С тех пор прошли три недели. Николай постепенно выходил из депрессии. Он уже лучше спал, вставать стал с хорошим настроением, возобновил свои немногочисленные и простые спортивные занятия, снова взялся за фотографию. Казалось, страх от второго кровавого знака его царствования – первым была ходынская давка – постепенно таял. Николай тогда не раз думал: как же все-таки часто бывает в жизни, когда какая-то мелочь, случайно оброненная фраза или просто острое словечко, небрежно произнесенное только ради глупого тщеславия и желания прослыть остроумцем, могут иметь огромные последствия, мощный отдаленный исторический результат, способный круто изменить жизнь человека и даже всего общества. Так достаточно чуть пошевелить в темноте мощным прожектором – на какой-то сантиметр, но вдали луч перемещается уже на километры.
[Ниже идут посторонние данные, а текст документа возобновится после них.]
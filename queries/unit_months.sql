-- unit_months: inpatient days at risk of a hospital-acquired episode, admissions and
-- hospital-acquired episodes, per local calendar month and unit. The monthly quality report
-- reads it.
--
-- DEFINITION
--  1. Days at risk. Each inpatient encounter contributes its interval
--     [admitted_at + $hospital_acquired_after_hours, end), end = discharged_at, or the extract
--     end when discharged_at is missing or later. Elapsed hours / 24, fractional. A stay shorter
--     than $hospital_acquired_after_hours (default 48 h) adds nothing. Time inside an episode is
--     not removed; a death does not cut a stay before its discharged_at.
--  2. Months. The interval is split at local midnight of the first day of each month in the site
--     time zone ($local_months: one row per month from the earliest admission or result to the
--     extract end, with its start and end as UTC instants) and attributed to the encounter's
--     unit.
--  3. Admissions: inpatient encounters whose admitted_at falls in the local month, by unit.
--  4. Episodes: hospital-acquired episodes (episodes.setting = 'hospital_acquired': the covering
--     encounter is inpatient and onset >= admitted_at + 48 h) with onset in the local month, by
--     the covering encounter's unit: ha_episodes counts the confirmed ones (not unconfirmed),
--     ha_unconfirmed the possible pseudohyperkalemia ones, ha_severe the confirmed severe ones.
--
-- COLUMNS: month ('YYYY-MM'), unit, days_at_risk, admissions, ha_episodes, ha_severe,
-- ha_unconfirmed. One row per month and unit with any days at risk, admission or episode.
--
-- PARAMETERS: $local_months, $hospital_acquired_after_hours, $extract_end.

CREATE VIEW local_months AS
SELECT * FROM $local_months;

CREATE VIEW inpatient_at_risk AS
SELECT
    unit,
    CAST(admitted_at AS BIGINT) AS admitted_us,
    CAST(admitted_at AS BIGINT) + $hospital_acquired_after_hours_us AS start_us,
    CAST(least(coalesce(discharged_at, $extract_end), $extract_end) AS BIGINT) AS end_us
FROM encounters
WHERE class = 'inpatient';

CREATE VIEW unit_month_days AS
SELECT
    m.month,
    i.unit,
    SUM(least(i.end_us, m.end_us) - greatest(i.start_us, m.start_us)) / 86400000000.0
        AS days_at_risk
FROM inpatient_at_risk i
JOIN local_months m ON m.start_us < i.end_us AND i.start_us < m.end_us
WHERE i.start_us < i.end_us
GROUP BY m.month, i.unit;

CREATE VIEW unit_month_admissions AS
SELECT m.month, i.unit, CAST(COUNT(*) AS BIGINT) AS admissions
FROM inpatient_at_risk i
JOIN local_months m ON m.start_us <= i.admitted_us AND i.admitted_us < m.end_us
GROUP BY m.month, i.unit;

CREATE VIEW unit_month_episodes AS
SELECT
    m.month,
    e.unit,
    CAST(SUM(CASE WHEN NOT e.unconfirmed THEN 1 ELSE 0 END) AS BIGINT) AS ha_episodes,
    CAST(SUM(CASE WHEN NOT e.unconfirmed AND e.severity = 'severe' THEN 1 ELSE 0 END) AS BIGINT)
        AS ha_severe,
    CAST(SUM(CASE WHEN e.unconfirmed THEN 1 ELSE 0 END) AS BIGINT) AS ha_unconfirmed
FROM episodes e
JOIN local_months m
    ON m.start_us <= CAST(e.onset_at AS BIGINT) AND CAST(e.onset_at AS BIGINT) < m.end_us
WHERE e.setting = 'hospital_acquired'
GROUP BY m.month, e.unit;

SELECT
    k.month,
    k.unit,
    coalesce(d.days_at_risk, 0.0) AS days_at_risk,
    coalesce(a.admissions, CAST(0 AS BIGINT)) AS admissions,
    coalesce(e.ha_episodes, CAST(0 AS BIGINT)) AS ha_episodes,
    coalesce(e.ha_severe, CAST(0 AS BIGINT)) AS ha_severe,
    coalesce(e.ha_unconfirmed, CAST(0 AS BIGINT)) AS ha_unconfirmed
FROM (
    SELECT month, unit FROM unit_month_days
    UNION SELECT month, unit FROM unit_month_admissions
    UNION SELECT month, unit FROM unit_month_episodes
) AS k
LEFT JOIN unit_month_days d ON d.month = k.month AND d.unit = k.unit
LEFT JOIN unit_month_admissions a ON a.month = k.month AND a.unit = k.unit
LEFT JOIN unit_month_episodes e ON e.month = k.month AND e.unit = k.unit
ORDER BY k.month, k.unit;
В день ходынского ужаса, точнее, на вечер был назначен по случаю коронации бал у французского посланника. Родственники только что испеченного императора, из поколения молодых великих князей, предложили, нет! – потребовали прервать торжества, объявить траур по всей империи и, конечно же, отменить бал. Выслушивая их горячие речи, он застенчиво улыбался, непрерывно кивал головой и для себя решил сделать так, как они советуют. Младшие князья требовали также немедленно отставить и примерно наказать московского генерал-губернатора великого князя Сергея Александровича, кутилу и гомосексуалиста, который своими извращенческими пристрастиями опротивел всем уже донельзя. Но всего лишь одна фраза, неосторожно, или, скорее всего, намеренно вырвавшаяся у Великого Князя Александра Михайловича – у Сандро, дяди Николая, который был почти его ровесником, самым близким другом с детства и самым уважаемым советчиком, вдруг перевернула все. А сказал Сандро всего лишь то, что думали многие, и не только молодые представители династии, составившие впоследствии «молодой двор», постоянно фрондирующий со «старым»:
– Когда-нибудь этот педераст должен получить по заслугам! Он достоин большего наказания, нежели простая отставка.
Сейчас Николаю это казалось удивительным, но тогда он соглашался абсолютно со всем, что говорил Сандро, и готов был немедленно последовать его совету. Однако Александр Михайлович увлекся и перешел границу. Его фраза о педерасте и наказании неожиданно вызвала бурю со стороны всех старших великих князей. Они в один голос заявили, что такая неумная и торопливая мера бросит несмываемую тень на всю фамилию. А в такой нелегкий политический момент никому из Романовых не нужны дополнительные трудности и проблемы. Даже слепой способен увидеть, что Александру Михайловичу хочется добиться в каких-то радикальных кругах особой популярности. Это нетрудно. И в газетах о нем напишут, в том числе и за границей, в Европе, в первую очередь, – в Лондоне и Париже…
– Но за такую славу, когда один князь императорской крови требует наказания для другого князя императорской крови, я не дал бы и ломаного сантима! – вдруг возмутился всегда уравновешенный Павел Николаевич.
Именно его неожиданная реплика вызвала в тайных глубинах души молодого императора что-то похожее на страх пополам с досадой: он испытал миг молниеносного, нелепого, но сильного испуга оттого, что дядя Павел, как, бывало, делал отец, лишит его завтра утренней верховой прогулки и кофе со сливками. Тогда-то Николай и принял свое первое императорское решение, определившее характер его правления на четверть века, – любой ценой избегать стычек и противоречий с дядьями, перед которыми, особенно перед двухметровым и громогласным Николаем Николаевичем, он по-детски робел почти все время до конца своего царствования. И если в трудных случаях, как в деле Распутина, компромисс ему найти не удавалось, он просто отпускал вожжи, позволяя событиям двигаться самим – по воле судьбы и обстоятельств. Но когда он все-таки отваживался на серьезный шаг, на важное государственное решение – неважно даже, чьи интересы оно преследовало, общественные или сословные, то Николай невольно пытался подражать отцу, и это оказывалось хуже всего. Отец одной шутливо-небрежной фразой мог сбить спесь с любого европейского монарха и в мгновение если не решить, то снять сложнейшие внешнеполитические проблемы. Однажды в ответ на упреки, перемежаемые открытыми угрозами кайзера Вильгельма, недовольного сближением России и Франции, Александр III небрежно бросил реплику: «Вилли! Посмотри на себя в зеркало: ты же похож на пляшущего дервиша – смех, да и только!» Этого оказалось достаточно, чтобы кайзер на долгие годы замолчал вообще о любых претензиях Германии к России, даже если эти претензии были оправданы и справедливы. Зато потом Вилли отыгрался на Николае за все.